Background: Patients with advanced cancer often experience loss of appetite and anorexia, which are symptoms with several unpleasant physical and psychosocial implications.

Aim: To explore how Danish patients and their partners experience and handle the loss of appetite in everyday life, and subsequently which kind of help they need and receive.

Method: Qualitative interviews with three patients and their partners were conducted and analysed according to interpretive description.

Findings: The loss of appetite added significant changes to everyday life for the patients and their partners, and influenced the interaction between them. Five core themes were identified: 1) From pleasant and enjoyable mealtimes, to meals you want to get over with as quickly as possible, 2) Changes in the social interaction with others, 3) Wanting to do one’s best, 4) The partner’s double role, and 5) The need for companionship. Our analysis and interpretation of the themes revealed the most significant characteristics of the changes in everyday life of the couples.

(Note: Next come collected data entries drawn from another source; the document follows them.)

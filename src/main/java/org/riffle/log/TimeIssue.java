package org.riffle.log;

/**
 * A fault in the time base found while reading: reported, never "fixed".
 *
 * @param kind what kind of fault
 * @param row 0-based data row where it was seen (the later row of the pair)
 * @param line 1-based line in the file, 0 when not from a text file
 * @param stepSeconds the step from the previous row in seconds (negative for a backward step)
 */
public record TimeIssue(Kind kind, int row, long line, double stepSeconds) {
    /** Kinds of time-base fault. */
    public enum Kind {
        /** A step well above the median step. */
        GAP,
        /** The same timestamp as the previous row. */
        DUPLICATE,
        /** Earlier than the previous row. */
        BACKWARD
    }
}
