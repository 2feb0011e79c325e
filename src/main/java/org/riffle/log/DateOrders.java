package org.riffle.log;

import java.util.List;

/**
 * Settles the order of day and month in dates written with the year last. Dots mean day first (the
 * convention wherever dots are used). Otherwise the user's {@code --day-first} or {@code --month-first}
 * decides; without it, day first is taken only when the file shows a first field above 12, and month
 * first never silently: a file that reads only month first, or either way, is refused with a message
 * naming the option that settles it.
 *
 * <p>Stateless and thread-safe.
 */
final class DateOrders {
    private DateOrders() {
    }

    static Stamps.Order settle(String file, TimeSniffer.Stats s, ReadOptions opt, List<String> notes)
            throws LogException {
        int n = s.filled();
        boolean dmy = TimeSniffer.most(s.dmy(), n);
        boolean mdy = TimeSniffer.most(s.mdy(), n);
        String like = "dates like '" + s.example() + "'";
        if (opt.dateOrder().isPresent()) {
            boolean dayFirst = opt.dateOrder().get() == ReadOptions.DateOrder.DAY_FIRST;
            if (dayFirst ? !dmy : !mdy) {
                throw new LogException(file, s.exampleLine(), 0, like + " do not read "
                        + (dayFirst ? "day first (--day-first)" : "month first (--month-first)"));
            }
            return dayFirst ? Stamps.Order.DMY : Stamps.Order.MDY;
        }
        boolean dotted = s.example().matches("\\d{1,2}\\.\\d{1,2}\\..*");
        if (dmy && !mdy) {
            if (!dotted) {
                notes.add(like + " read day first: a first field above 12 settles it");
            }
            return Stamps.Order.DMY;
        }
        if (mdy && !dmy) {
            throw new LogException(file, s.exampleLine(), 0, like + " read only month first; say so with"
                    + " --month-first");
        }
        throw new LogException(file, s.exampleLine(), 0, like + " can be day first or month first;"
                + " give --day-first or --month-first");
    }
}
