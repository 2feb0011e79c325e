package org.riffle.log;

import java.io.IOException;
import java.io.InputStream;

/**
 * Splits a byte stream into lines without decoding it: LF or CRLF endings, the line terminator not
 * included. After {@link #next()} returns true the line is {@code buffer()[start(), end())}, valid until
 * the next call. Lines longer than {@link #MAX_LINE} bytes are refused, so a file without line breaks
 * cannot exhaust the heap.
 *
 * <p>Mutable; confined to one thread.
 */
final class LineReader {
    /**
     * The longest line read, in bytes: 4 MiB, room for a row or header of 20,000 columns of up to 200
     * bytes each, while a file without line breaks is still refused after reading 4 MiB of it.
     */
    static final int MAX_LINE = 1 << 22;

    private final InputStream in;
    private byte[] buf;
    private int pos;
    private int lim;
    private boolean eof;
    private long line;
    private int start;
    private int end;
    private boolean quote;

    LineReader(InputStream in, int bufferSize) {
        this.in = in;
        this.buf = new byte[Math.max(bufferSize, 1 << 12)];
    }

    /** Thrown when a line exceeds {@link #MAX_LINE}; carries the 1-based line number. */
    static final class LineTooLong extends IOException {
        private static final long serialVersionUID = 1L;
        final long line;

        LineTooLong(long line) {
            super("line " + line + " is longer than " + MAX_LINE + " bytes");
            this.line = line;
        }
    }

    /** Advances to the next line; false at the end of the stream. */
    boolean next() throws IOException {
        int scan = pos;
        quote = false;
        while (true) {
            int nl = indexOfNewline(scan, lim);
            if (nl >= 0) {
                line++;
                start = pos;
                end = nl > pos && buf[nl - 1] == '\r' ? nl - 1 : nl;
                pos = nl + 1;
                return true;
            }
            if (eof) {
                if (pos == lim) {
                    return false;
                }
                line++;
                start = pos;
                end = buf[lim - 1] == '\r' ? lim - 1 : lim;
                pos = lim;
                return true;
            }
            scan = lim - pos;
            fill();
        }
    }

    private int indexOfNewline(int from, int to) {
        byte[] b = buf;
        for (int i = from; i < to; i++) {
            byte c = b[i];
            if (c == '\n') {
                return i;
            }
            if (c == '"') {
                quote = true;
            }
        }
        return -1;
    }

    /** Moves the unread part to the front and reads more; grows the buffer up to the line limit. */
    private void fill() throws IOException {
        int rest = lim - pos;
        if (rest > MAX_LINE) {
            throw new LineTooLong(line + 1);
        }
        if (pos > 0) {
            System.arraycopy(buf, pos, buf, 0, rest);
        } else if (rest == buf.length) {
            byte[] bigger = new byte[Math.min(buf.length * 2, MAX_LINE + 2)];
            System.arraycopy(buf, 0, bigger, 0, rest);
            buf = bigger;
        }
        pos = 0;
        lim = rest;
        int n = in.read(buf, lim, buf.length - lim);
        if (n < 0) {
            eof = true;
        } else {
            lim += n;
        }
    }

    byte[] buffer() {
        return buf;
    }

    int start() {
        return start;
    }

    int end() {
        return end;
    }

    /** True when the current line holds a double quote. */
    boolean quoted() {
        return quote;
    }

    /** 1-based number of the current line. */
    long lineNumber() {
        return line;
    }
}
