package org.riffle.log;

import java.util.Arrays;

/**
 * The streaming accumulator behind {@link BlockStats}: rows arrive in order and are summed into at most
 * {@code capacity} blocks per column. Blocks start one row long; when all are full, neighbours are merged
 * in pairs (minimum of the minima, maximum of the maxima, sums and counts added) and the block length
 * doubles, so the log's length need not be known in advance and a block's figures are always those of
 * exactly the rows it covers. Means are kept as sums in {@code double} until the end.
 *
 * <p>Mutable; confined to the reading thread.
 */
final class Blocks {
    /** Bytes one block of one column takes (min, max floats; sum double; count long). */
    static final int BYTES_PER_BLOCK = 4 + 4 + 8 + 8;
    /** Most blocks kept: more than any screen's sparkline has cells. */
    static final int MAX_BLOCKS = 1024;
    /** Fewest blocks kept, even when memory is very short. */
    static final int MIN_BLOCKS = 16;

    private final int[] columns;
    private final int capacity;
    private final float[][] min;
    private final float[][] max;
    private final double[][] sum;
    private final long[][] count;
    private long per = 1;
    private int block;
    private long inBlock;
    private long rows;

    /** Blocks for the given source columns (indices into the pass's value arrays). */
    Blocks(int[] columns, int capacity) {
        if (capacity < 2 || (capacity & 1) == 1) {
            throw new IllegalArgumentException("block capacity " + capacity + " is not even and at least 2");
        }
        this.columns = columns.clone();
        this.capacity = capacity;
        int k = columns.length;
        min = new float[k][capacity];
        max = new float[k][capacity];
        sum = new double[k][capacity];
        count = new long[k][capacity];
        clear(0);
    }

    /** The most blocks that fit a quarter of {@code budgetBytes} for {@code columns} columns (even). */
    static int capacityFor(long budgetBytes, int columns) {
        long fit = budgetBytes / 4 / ((long) Math.max(1, columns) * BYTES_PER_BLOCK);
        return (int) Math.max(MIN_BLOCKS, Math.min(MAX_BLOCKS, fit)) & ~1;
    }

    /** Adds row {@code row} of {@code values} (indexed by source column) as the log's next row. */
    void add(float[][] values, int row) {
        if (inBlock == per) {
            if (++block == capacity) {
                halve();
            }
            clear(block);
            inBlock = 0;
        }
        for (int k = 0; k < columns.length; k++) {
            float v = values[columns[k]][row];
            if (v == v) {
                min[k][block] = Math.min(min[k][block], v);
                max[k][block] = Math.max(max[k][block], v);
                sum[k][block] += v;
                count[k][block]++;
            }
        }
        inBlock++;
        rows++;
    }

    private void clear(int b) {
        for (int k = 0; k < columns.length; k++) {
            min[k][b] = Float.POSITIVE_INFINITY;
            max[k][b] = Float.NEGATIVE_INFINITY;
            sum[k][b] = 0;
            count[k][b] = 0;
        }
    }

    /** Merges blocks 2b and 2b+1 into b for every b; the block length doubles. */
    private void halve() {
        int half = capacity / 2;
        for (int k = 0; k < columns.length; k++) {
            for (int b = 0; b < half; b++) {
                min[k][b] = Math.min(min[k][2 * b], min[k][2 * b + 1]);
                max[k][b] = Math.max(max[k][2 * b], max[k][2 * b + 1]);
                sum[k][b] = sum[k][2 * b] + sum[k][2 * b + 1];
                count[k][b] = count[k][2 * b] + count[k][2 * b + 1];
            }
        }
        per *= 2;
        block = half;
    }

    /** Rows added so far. */
    long rows() {
        return rows;
    }

    /** The figures of column {@code k} (in the order given at construction) over the rows added. */
    BlockStats snapshot(int k, String name) {
        int n = rows == 0 ? 1 : block + 1;
        double[] mean = new double[n];
        for (int b = 0; b < n; b++) {
            mean[b] = count[k][b] == 0 ? Double.NaN : sum[k][b] / count[k][b];
        }
        return new BlockStats(name, rows, per, Arrays.copyOf(min[k], n), Arrays.copyOf(max[k], n), mean,
                Arrays.copyOf(count[k], n));
    }
}
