package org.riffle.log;

/**
 * How many bytes the samples of one log may take before it is read in reduced form ({@link Reduction}).
 * By default a third of the heap that is free when reading starts: while reading, the columns may be
 * copied once as they grow or are trimmed (twice their size for a moment), and the analysis then makes
 * {@code double} copies of the channels it works on (twice a {@code float} channel each); a third leaves
 * room for both. The factor is a rule of thumb, checked by the end-to-end test that reads a log several
 * times the heap under {@code -Xmx64m}.
 *
 * <p>Stateless and thread-safe.
 */
final class MemoryBudget {
    /** Share of the free heap the samples may take. */
    static final int SHARE = 3;
    /** Bytes each row costs besides its samples: a time (8) and, when reduced, its line number (8). */
    static final int ROW_OVERHEAD = 16;
    /** Fewest rows kept, however short memory is. */
    static final int MIN_ROWS = 64;

    private MemoryBudget() {
    }

    /** The budget: as the options say, else a third of the free heap. */
    static long of(ReadOptions opt) {
        if (opt.memoryBytes().isPresent()) {
            return opt.memoryBytes().getAsLong();
        }
        Runtime rt = Runtime.getRuntime();
        long free = rt.maxMemory() - (rt.totalMemory() - rt.freeMemory());
        return Math.max(1L << 20, free / SHARE);
    }

    /** The heap limit of this JVM. */
    static long heap() {
        return Runtime.getRuntime().maxMemory();
    }

    /** Bytes a row of {@code values} numeric columns costs while reading. */
    static long rowBytes(int values) {
        return 4L * values + ROW_OVERHEAD;
    }

    /** Rows that fit {@code budget} after {@code blockBytes} for the block statistics (even, at least {@link #MIN_ROWS}). */
    static int rowCap(long budget, long blockBytes, int values, int maxRows) {
        long rows = (budget - blockBytes) / rowBytes(values);
        return (int) Math.max(MIN_ROWS, Math.min(maxRows, rows)) & ~1;
    }
}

Conclusion: The interpretive description of the couples’ altered everyday life pinpoints central areas that may lead to further supportive healthcare. It demonstrates how the healthy partner feels responsible for trying to get their sick partner to eat something, how this responsibility is perceived as a burden, and how the strong desire to get the sick partner eating can complicate the interaction between the two.

Clinical implication: We recommend that health care professionals put more effort into supportive interventions and focus on the couples’ ability to cope with the difficulties handling the food, the meals and the loss of appetite in everyday life.